*** Begin section ***

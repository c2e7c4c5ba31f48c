// The open workbook: the formula engine holds every cell and its undo history; beside it the
// layout (tab order, column descriptions), what each sheet holds as typed, and for a site
// workbook the living model that keeps generated cells in step with the inputs. Every user action
// goes through one method here and becomes exactly one undo step, whatever the model wrote to
// follow it.
import type { HyperFormula, SimpleCellRange } from '../../engine/index.ts';
import type { CellAt, CellContent, SheetDoc, WorkbookDoc } from '../../core/workbook/document.ts';
import { isBuiltInSheet } from '../../core/workbook/layout.ts';
import { RATES_SHEET, TARIFF_SHEET } from '../../core/quote/index.ts';
import { renderWorkbook, type RenderOptions } from '../../core/workbook/render.ts';
import { anyOptionTyped, readOptionInputs } from '../../core/workbook/optionInputs.ts';
import { OPTIONS_SHEET, planOptionColumns } from '../../core/workbook/optionsLayout.ts';
import { createWorkbookEngine, UNDO_LIMIT } from './engineBridge.ts';
import {
  marksAfterMoves,
  marksAfterOrder,
  marksAfterRows,
  metaExtras,
  type CellMark,
  type Layout,
  type SheetMeta,
} from './sheetLayout.ts';
import { sheetNameProblem } from './sheetNames.ts';
import { ContentStore, type Snapshot } from './contentStore.ts';
import { History } from './history.ts';
import { SiteModel, type Write } from './siteModel.ts';
import { stateOf, type SiteState } from './siteState.ts';
import { isSiteDoc, openSite, siteTitle, stripGenerated } from './siteOpen.ts';
import { layoutOf } from './layoutOf.ts';
import { readSettingsInputs } from '../../core/workbook/renderSettings.ts';
import { renameCaseColumns } from './caseRenames.ts';
import { siteEdit } from './siteEdits.ts';
import { toBlocks } from './writeBlocks.ts';
import { SessionError } from './sessionError.ts';
import { tariffNewCaseWrites, tariffRenameWrites } from './tariffCases.ts';
import { sortedOrder } from './rowOrder.ts';
import type { TypicalFillReport } from './typicalFill.ts';
import { equipmentPlans } from '../../core/workbook/structure.ts';
import { loadedDetuningProposal, loadedOptionDrafter } from './designLoaders.ts';

export type SessionChange =
  | { readonly kind: 'cells'; readonly sheetId: number }
  | { readonly kind: 'rows'; readonly sheetId: number }
  | { readonly kind: 'sheets' }
  | { readonly kind: 'history' }
  | { readonly kind: 'title' };

export { SessionError } from './sessionError.ts';

interface Saved {
  readonly layout: Layout;
  readonly contents: Snapshot;
  readonly site: SiteState | undefined;
  readonly title: string;
}

const isFormula = (v: CellContent): v is string => typeof v === 'string' && v.startsWith('=');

*** End section ***

● **What the exercise asks**
Would you please reproduce the records above exactly, only from their first line through the line holding "Every user action", with both ends included?

● **Response area**
repository c2e7c4c5ba31f48c
// The open workbook: the formula engine holds every cell and its undo history; beside it the
// layout (tab order, column descriptions), what each sheet holds as typed, and for a site
// workbook the living model that keeps generated cells in step with the inputs. Every user action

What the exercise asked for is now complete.